2.3 Electrospinning protein and polymer blends
Electrospinning was carried out as previously described [10,11]. Briefly, initial solutions were loaded into a 5 mL syringe placed in an Aladdin programmable syringe pump (World Precision Instruments, Sarasota, FL) and a positive voltage was applied (Gamma High Voltage, Ormond Beach, FL). Solution was dispensed at a specified flow rate between 0.5 and 2 mL/hr and collected across a 20 cm working distance onto either a grounded aluminum sheet for characterization or onto clean glass coverslips for cell culture. Electrospinning was stopped when all solution had been dispensed from the 5 mL syringe. Meshes for fiber morphology characterization were mounted on aluminum stubs, sputter coated with gold (BALTEC, Los Angeles, CA) and imaged using a JEOL 6400 scanning electron microscope (SEM) with Orion image processing (JOEL USA, Acworth, GA).

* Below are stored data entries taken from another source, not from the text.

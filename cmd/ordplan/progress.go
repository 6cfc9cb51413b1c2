package main

import (
	"fmt"
	"io"
	"ordplan/plan"
	"os"
	"strings"
	"sync"
	"time"
)

// progress reports the fits of a run on standard error: on a terminal one
// live line (fits done of the total, time elapsed, an estimate of the time
// left) rewritten in place; otherwise a plain line every few seconds and
// one at the end of each outcome's grid, so logs stay short.
type progress struct {
	w     io.Writer
	live  bool
	now   func() time.Time
	every time.Duration // plain lines: at most one per this long

	mu      sync.Mutex
	outcome string
	start   time.Time // of the current outcome's grid
	prev    time.Time // of the last step heard
	last    time.Time // last plain line
	width   int       // of the last live line
	muted   bool      // an interrupt's line was written: no line after it
}

// mute stops the report: a step after it writes nothing. A step being
// written when it is called is written first. A nil report is left as it
// is.
func (p *progress) mute() {
	if p == nil {
		return
	}
	p.mu.Lock()
	p.muted = true
	p.mu.Unlock()
}

// stderrProgress reports on stderr: a live line when it is the process's
// standard error on a terminal, plain lines otherwise.
func stderrProgress(stderr io.Writer) *progress {
	return newProgress(stderr, stderr == io.Writer(os.Stderr) && isTerminal(os.Stderr), time.Now)
}

func newProgress(w io.Writer, live bool, now func() time.Time) *progress {
	t := now()
	return &progress{w: w, live: live, now: now, every: 5 * time.Second, start: t, prev: t, last: t}
}

// Fitted implements runner.Progress.
func (p *progress) Fitted(outcome, id string, done, total int) { p.step(outcome, "fits", done, total) }

// Replicated implements simulate.Progress: the replicates of size n of a
// power study finished so far.
func (p *progress) Replicated(n, done, total int) {
	p.step(fmt.Sprintf("n = %d", n), "replicates", done, total)
}

// resampled reports selection_stability's repetitions finished so far
// (runner.Options.Resampled): bootstrap resamples, or sets simulated from
// the chosen model (draw: chosen_model).
func (p *progress) resampled(pl *plan.Plan) func(done, total int) {
	what := stabilityWhat(pl)
	return func(done, total int) { p.step("selection stability", what, done, total) }
}

// stabilityWhat names selection_stability's repetitions: bootstrap
// resamples, or sets simulated from the chosen model (draw: chosen_model).
func stabilityWhat(pl *plan.Plan) string {
	if pl.SelectionStability != nil && pl.SelectionStability.Draw == plan.StabilityChosenModel {
		return "sets simulated from the chosen model"
	}
	return "bootstrap resamples"
}

// stabilityLocalNote is the line ordplan run --queue prints for a plan with
// selection_stability: its repetitions are fitted by this process, not by
// the queue's workers, so that a user watching idle workers knows why.
func stabilityLocalNote(pl *plan.Plan) string {
	return fmt.Sprintf("selection stability: its %d %s are fitted on this machine (as many at once as --workers allows), not sent to the queue's workers", pl.SelectionStability.Resamples, stabilityWhat(pl))
}

// Imputed implements runner.ImputationProgress: the imputed sets of an
// outcome made so far.
func (p *progress) Imputed(outcome string, done, total int) {
	p.step(outcome+", imputation", "imputed sets", done, total)
}

// step shows done of total things of a stage (an outcome's fits or
// imputed sets).
func (p *progress) step(outcome, things string, done, total int) {
	p.mu.Lock()
	defer p.mu.Unlock()
	if p.muted {
		return
	}
	t := p.now()
	if outcome != p.outcome {
		// A new stage began when the one before ended: its first step's
		// time counts.
		p.start, p.outcome = p.prev, outcome
	}
	p.prev = t
	elapsed := t.Sub(p.start)
	line := fmt.Sprintf("%s: %d of %d %s, %s elapsed", outcome, done, total, things, roundDur(elapsed))
	if done < total && done > 0 {
		left := time.Duration(float64(elapsed) * float64(total-done) / float64(done))
		line += ", about " + roundDur(left) + " left"
	}
	if p.live {
		pad := ""
		if n := p.width - len(line); n > 0 {
			pad = strings.Repeat(" ", n)
		}
		fmt.Fprintf(p.w, "\r%s%s", line, pad)
		p.width = len(line)
		if done == total {
			fmt.Fprintln(p.w)
			p.width = 0
		}
		return
	}
	if done == total || t.Sub(p.last) >= p.every {
		fmt.Fprintln(p.w, line)
		p.last = t
	}
}

// roundDur writes a duration to the second (to the tenth below ten seconds).
func roundDur(d time.Duration) string {
	if d < 10*time.Second {
		return d.Round(100 * time.Millisecond).String()
	}
	return d.Round(time.Second).String()
}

2.4 Characterization of fiber hydration
To characterize hydration of RBM and RBM-PCL blends, samples were hydrated using Dulbecco’s Modified Eagle Medium (DMEM) at 37°C in 5% CO2 for the specified time frame. Samples were removed and air dried, and residual liquid was removed by lyophilization. Samples were prepared for SEM as described above.
2.5 Embryonic stem cell culture
Human embryonic stem (huES16) cells (gift from Stemgent) were maintained in fully defined, feeder-free mTESR medium (Stemcell Tech, BC Canada). Media was completely changed daily. Cells were plated on 100% laminin nanofibers. On day 8, cells were fixed in 4% PFA, and stained with SSEAA-4 and DAPI (gift from Stemgent).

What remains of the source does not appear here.